__WHAT TO DO__: In the records below, find the line containing "jobs = [(t.changes, days, work(days))" and the line containing "t.train = score(split_by_day(evs, lambda"; please repeat exactly the lines from one to the other, both included, and nothing more.

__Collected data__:
def tune(store: ObsStore, config: NetworkConfig, labels: Sequence[Label], space: SearchSpace, *,
         store_dir: str | None = None, workers: int | None = None,
         progress: Callable[[float, float], None] | None = None) -> TuneResult:
    """Search `space` around the network's current detector settings; see the module docstring.

    `progress(done, total)` is called as trials finish (units: records run through a detector).
    `store_dir` is where `store` is saved for worker processes (required when workers > 1).
    """
    import tempfile
    import time as _time

    t_start = _time.perf_counter()
    obj = space.objective.objective()
    tz = config.tz
    nworkers = workers if workers is not None else (space.search.workers or os.cpu_count() or 1)
    nworkers = max(1, nworkers)
    all_days = store.days
    train_days, test_days = split_days(all_days, space.search.holdout_fraction, space.search.seed)
    train_set, test_set = set(train_days), set(test_days)
    lab_train = split_by_day(labels, lambda lb: lb.time, tz, train_set)
    lab_test = split_by_day(labels, lambda lb: lb.time, tz, test_set)
    sizes = {d: e - s for d, (s, e) in store.day_slices.items()}

    cands = candidates(space, config.detector)
    current = {k: getattr(config.detector, k) for k in space.params}
    cands = [c for c in cands if c != current]
    trials = [Trial(0, {}, config.detector)] + [
        Trial(i + 1, ch, config.detector.model_copy(update=ch)) for i, ch in enumerate(cands)]

    # Plan the rungs: (trial indices, days they run on). Grid/random: one rung over all days.
    rungs_days: list[list[int] | None]
    if space.search.method == "halving":
        eta = space.search.eta
        n_rungs = max(1, int(math.floor(math.log(max(len(trials), 1), eta))) + 1)
        # The smallest rung must still hold enough labels of the target kind to rank settings by.
        pos_l = _label_predicate(obj.target)
        n_pos = sum(1 for lb in lab_train if pos_l(lb))
        while n_rungs > 1 and n_pos * eta ** -(n_rungs - 1) < space.search.min_rung_labels:
            n_rungs -= 1
        order = train_days[:]
        random.Random(space.search.seed + 7).shuffle(order)
        rungs_days = []
        for r in range(n_rungs - 1):
            k = max(1, math.ceil(len(order) * eta ** (r - (n_rungs - 1))))
            rungs_days.append(sorted(order[:k]))
        rungs_days.append(None)
    else:
        eta, n_rungs, rungs_days = 1, 1, [None]

    def work(days: list[int] | None) -> float:
        return float(sum(sizes[d] for d in (all_days if days is None else days)))

    # Work planned, in records run; for halving an upper bound (the current settings may be carried
    # along), and the bar is closed at 100 % when the search ends.
    total, count = 0.0, len(trials)
    for days in rungs_days:
        total += work(days) * count
        count = max(1, math.ceil(count / eta)) + 1
    done = [0.0]

    def tick(w: float) -> None:
        done[0] += w
        if progress is not None:
            progress(done[0], total)

    tmp: tempfile.TemporaryDirectory[str] | None = None
    if nworkers > 1 and store_dir is None:
        tmp = tempfile.TemporaryDirectory(prefix="frontwatch-store-")
        store.save(tmp.name)
        store_dir = tmp.name
    runner = _Runner(store, store_dir or "", config, nworkers, tick)
    try:
        alive = trials
        for r, days in enumerate(rungs_days):
            last = days is None
            jobs = [(t.changes, days, work(days)) for t in alive]
            results = runner.run(jobs)
            for t, evs in zip(alive, results, strict=True):
                t.rung = r
                if last:
                    t.events = evs
                    t.train = score(split_by_day(evs, lambda e: e.onset, tz, train_set), lab_train,
                                    tolerance_s=obj.tolerance_s, target=obj.target)
                    t.test = score(split_by_day(evs, lambda e: e.onset, tz, test_set), lab_test,
                                   tolerance_s=obj.tolerance_s, target=obj.target)
                    t.train_days = len(train_days)
                    t.train_value = obj.value(t.train)
                    t.test_value = obj.value(t.test)
                else:
                    sub = set(days or [])
                    t.train = score(evs, split_by_day(lab_train, lambda lb: lb.time, tz, sub),
                                    tolerance_s=obj.tolerance_s, target=obj.target)
                    t.train_days = len(sub)
                    t.train_value = obj.value(t.train)
            if not last:
                keep = max(1, math.ceil(len(alive) / eta))
                ranked = sorted(alive, key=lambda t: (-t.train_value, t.index))
                survivors = ranked[:keep]
                if all(not t.is_current for t in survivors):
                    survivors.append(trials[0])  # the current settings always reach the end, for comparison
                alive = sorted(survivors, key=lambda t: t.index)
        if progress is not None:
            progress(done[0], done[0])  # halving's total was an estimate: end the bar at 100 %
    finally:
        runner.close()
        if tmp is not None:
            tmp.cleanup()

    finalists = [t for t in trials if t.rung == n_rungs - 1 and t.test is not None]
    top = sorted(finalists, key=lambda t: (-t.train_value, len(t.changes), t.index))[0]
    # One-standard-error rule: change the settings only for a train gain larger than the noise of
    # the current settings' train score (or the stated min_gain).
    cur = trials[0]
    assert cur.train is not None
    margin = space.search.min_gain if space.search.min_gain is not None else obj.standard_error(cur.train)
    best = top if top.train_value - cur.train_value > margin else cur
    return TuneResult(space, trials, best, cur, train_days, test_days, list(labels),
                      _time.perf_counter() - t_start, len(store), nworkers, top, margin)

__RESPONSE BELOW__:
            jobs = [(t.changes, days, work(days)) for t in alive]
            results = runner.run(jobs)
            for t, evs in zip(alive, results, strict=True):
                t.rung = r
                if last:
                    t.events = evs
                    t.train = score(split_by_day(evs, lambda e: e.onset, tz, train_set), lab_train,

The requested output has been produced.